We can debate the merits of Google having so much power that they can force something like this on us. At the end of the day it's really your site visitors that matter ...
How to deal with it
You have two options here. You can ignore it. Yes, that is an option. Not everyone uses Google's Chrome browser ...
Chrome accounts for around 51% of all broswers. (Source: averaged reports from Statcounter, NetMarketShare and Wikimedia)
So, that means half of internet users use a different browser like Safari, IE, Firefox, UC etc
If you don't care about the 50% of your visitors who use Chrome then feel free to keep using insecure connections to your website! You can skip the rest of this article.
Now, for the majority of smart business owners, of whom I hope you are one, should not ignore this. The only viable option for you is to install an SSL certificate on your website.
This used to be a technical job but nowadays most hosting companies make it a simple process. Often after taking payment from you, of course. A few clicks and you can have the SSL installed.
The Good News
But, there's even better news. The non-profit organisation Let's Encrypt offer free SSL certs to everyone!
More and more trustworthy hosting providers, such as Siteground, are offering these free SSL certs to customers. If you have that option then act now and follow their installation instructions. Check for your hosting company in this list.
If you don't have a free option, it is possible but time-consuming to do it yourself. To go that route here's a link to the Let's Encrypt documentation.

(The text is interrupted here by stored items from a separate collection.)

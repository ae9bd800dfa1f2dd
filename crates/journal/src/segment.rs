//! A sealed segment: what one day saw, in a file that never changes again.
//!
//! ```text
//! "tidereeve segment 1\n" | site day (days since 1970-01-01) | events: how many, zstd of (length,
//! bytes) each | minutes: how many, zstd of columns
//! columns: instants as steps | signals: how many, then for each its name, then minute by minute
//! exponent, quality, and the value as a step from the one before (0 where there is none)
//! ```

use std::io::{Read, Write};

use units::Utc;
use zstd::stream::{read, write};

use crate::varint::{Taker, fold, put, put_blob, put_step, unfold};
use crate::{Minute, MinuteReading};

const MAGIC: &[u8] = b"tidereeve segment 1\n";
const LEVEL: i32 = 9;
/// What a day's minutes may unfold to: some hundred signals.
const MINUTES_UNFOLDED_MOST: u64 = 64 << 20;
/// No event is larger; what claims to be is damage.
const EVENT_MOST: u64 = 16 << 20;
/// Stands where a minute has no value for a signal; values are moved up by one.
const NONE: u64 = 0;

/// One row of the inputs: length and bytes of each event.
pub(crate) fn put_events(events: &[Vec<u8>]) -> Vec<u8> {
    let mut out = Vec::new();
    events.iter().for_each(|e| put_blob(&mut out, e));
    out
}

/// Minutes as they wait for the seal: the same columns, for few minutes.
pub(crate) fn put_minutes(minutes: &[Minute]) -> Vec<u8> {
    let mut out = Vec::new();
    if !minutes.is_empty() {
        put_columns(&mut out, minutes);
    }
    out
}

pub(crate) fn take_minutes(bytes: &[u8]) -> Option<Vec<Minute>> {
    if bytes.is_empty() {
        return Some(Vec::new());
    }
    let mut taker = Taker(bytes);
    let minutes = take_columns(&mut taker)?;
    taker.0.is_empty().then_some(minutes)
}

/// A segment while it is being made.
pub(crate) struct Making {
    day: i64,
    events: u64,
    packed: write::Encoder<'static, Vec<u8>>,
    minutes: Vec<Minute>,
}

/// A finished one.
pub(crate) struct Made {
    pub(crate) bytes: Vec<u8>,
    pub(crate) events: u64,
    pub(crate) minutes: u64,
}

impl Making {
    pub(crate) fn new(day: i64) -> std::io::Result<Self> {
        let packed = write::Encoder::new(Vec::new(), LEVEL)?;
        Ok(Self { day, events: 0, packed, minutes: Vec::new() })
    }

    /// One row of the inputs, as `put_events` and `put_minutes` made it.
    pub(crate) fn push(&mut self, events: &[u8], minutes: &[u8]) -> std::io::Result<()> {
        let mut taker = Taker(events);
        while let Some(_event) = taker.blob() {
            self.events += 1;
        }
        self.packed.write_all(events)?;
        // Damage in what waits cannot be mended; what reads is kept.
        self.minutes.extend(take_minutes(minutes).unwrap_or_default());
        Ok(())
    }

    pub(crate) fn finish(self) -> std::io::Result<Made> {
        let mut bytes = MAGIC.to_vec();
        put_step(&mut bytes, 0, self.day.cast_unsigned());
        put(&mut bytes, self.events);
        put_blob(&mut bytes, &self.packed.finish()?);
        let mut columns = Vec::new();
        put_columns(&mut columns, &self.minutes);
        put(&mut bytes, self.minutes.len() as u64);
        put_blob(&mut bytes, &zstd::bulk::compress(&columns, LEVEL)?);
        Ok(Made { bytes, events: self.events, minutes: self.minutes.len() as u64 })
    }
}

/// A segment's bytes, taken apart. `None` from its parts where they do not read.
pub(crate) struct Segment<'a> {
    events: u64,
    packed: &'a [u8],
    minutes: &'a [u8],
}

impl<'a> Segment<'a> {
    pub(crate) fn new(bytes: &'a [u8]) -> Option<Self> {
        let mut taker = Taker(bytes.strip_prefix(MAGIC)?);
        let _day = taker.step(0)?;
        let events = taker.u64()?;
        let packed = taker.blob()?;
        let _count = taker.u64()?;
        let minutes = taker.blob()?;
        taker.0.is_empty().then_some(Self { events, packed, minutes })
    }

    /// Each event in order, unfolded as it is read.
    pub(crate) fn events(&self, visit: &mut dyn FnMut(&[u8])) -> Option<()> {
        let mut stream = read::Decoder::new(self.packed).ok()?;
        let mut event = Vec::new();
        for _ in 0..self.events {
            let length = length(&mut stream)?;
            event.clear();
            let got = stream.by_ref().take(length).read_to_end(&mut event).ok()?;
            if got as u64 != length {
                return None;
            }
            visit(&event);
        }
        Some(())
    }

    pub(crate) fn minutes(&self) -> Option<Vec<Minute>> {
        let mut columns = Vec::new();
        let stream = read::Decoder::new(self.minutes).ok()?;
        stream.take(MINUTES_UNFOLDED_MOST).read_to_end(&mut columns).ok()?;
        take_columns(&mut Taker(&columns))
    }
}

/// A length in front of an event, from a stream.
fn length(stream: &mut impl Read) -> Option<u64> {
    let mut bytes = Vec::new();
    loop {
        let mut one = [0];
        stream.read_exact(&mut one).ok()?;
        bytes.push(one[0]);
        if one[0] < 0x80 {
            return Taker(&bytes).u64().filter(|n| *n <= EVENT_MOST);
        }
        if bytes.len() > 10 {
            return None;
        }
    }
}

fn put_columns(out: &mut Vec<u8>, minutes: &[Minute]) {
    put(out, minutes.len() as u64);
    let mut last = 0;
    for minute in minutes {
        let at = minute.at.as_micros().cast_unsigned();
        put_step(out, last, at);
        last = at;
    }
    let mut names: Vec<&str> = Vec::new();
    for reading in minutes.iter().flat_map(|m| &m.readings) {
        if !names.contains(&reading.signal.as_str()) {
            names.push(&reading.signal);
        }
    }
    put(out, names.len() as u64);
    for name in names {
        put_blob(out, name.as_bytes());
        put_column(out, minutes, name);
    }
}

/// Runs of (exponent, quality), then values: what hardly changes and what always does, apart.
fn put_column(out: &mut Vec<u8>, minutes: &[Minute], name: &str) {
    let readings: Vec<Option<&MinuteReading>> =
        minutes.iter().map(|m| m.readings.iter().find(|r| r.signal == name)).collect();
    let kind = |r: &Option<&MinuteReading>| r.map_or((0, ABSENT), |r| (r.exponent, r.quality));
    for run in readings.chunk_by(|a, b| kind(a) == kind(b)) {
        put(out, run.len() as u64);
        let (exponent, quality) = kind(&run[0]);
        out.extend([exponent.cast_unsigned(), quality]);
    }
    let mut last = 0_i64;
    for steps in readings.iter().map(|r| r.and_then(|r| r.steps)) {
        match steps.map(i64::from) {
            None => put(out, NONE),
            Some(now) => {
                put(out, 1 + fold(now - last));
                last = now;
            }
        }
    }
}

/// A quality that says: the signal was not in that minute.
const ABSENT: u8 = u8::MAX;

fn take_columns(taker: &mut Taker<'_>) -> Option<Vec<Minute>> {
    let count = taker.below(taker.0.len() + 1)?;
    let mut minutes = Vec::new();
    let mut last = 0;
    for _ in 0..count {
        last = taker.step(last)?;
        minutes.push(Minute { at: Utc::from_micros(last.cast_signed()), readings: Vec::new() });
    }
    let names = taker.below(taker.0.len() + 1)?;
    for _ in 0..names {
        let name = core::str::from_utf8(taker.blob()?).ok()?.to_owned();
        take_column(taker, &name, &mut minutes)?;
    }
    Some(minutes)
}

fn take_column(taker: &mut Taker<'_>, name: &str, minutes: &mut [Minute]) -> Option<()> {
    let mut kinds = Vec::new();
    while kinds.len() < minutes.len() {
        let run = taker.below(minutes.len() - kinds.len() + 1)?;
        let [exponent, quality] = taker.array()?;
        if run == 0 {
            return None;
        }
        kinds.resize(kinds.len() + run, (exponent.cast_signed(), quality));
    }
    let mut last = 0_i64;
    for (minute, (exponent, quality)) in minutes.iter_mut().zip(kinds) {
        let steps = match taker.u64()?.checked_sub(1) {
            None => None,
            Some(z) => {
                last = last.checked_add(unfold(z))?;
                Some(i32::try_from(last).ok()?)
            }
        };
        if quality != ABSENT {
            let signal = name.to_owned();
            minute.readings.push(MinuteReading { signal, steps, exponent, quality });
        }
    }
    Some(())
}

This is the plainly-stated recommendation from Let's Encrypt:
For most people it is better to request Let’s Encrypt support from your hosting provider, or switch providers if they do not plan to implement it.
Put it on your to do list for this week:
Of course, you can continue to use HTTP and thereby advertise your lack of trustworthiness to your website visitors.
As always, it's your choice!
Do you agree with Google's policy? Let me know what you think in the comments below.
Update September 12th 2017:
Sucuri just yesterday released a new complete guide to implementing SSL on your site. If you want to understand it all and do it yourself, their guide has everything you need. A warning though: it does get technical.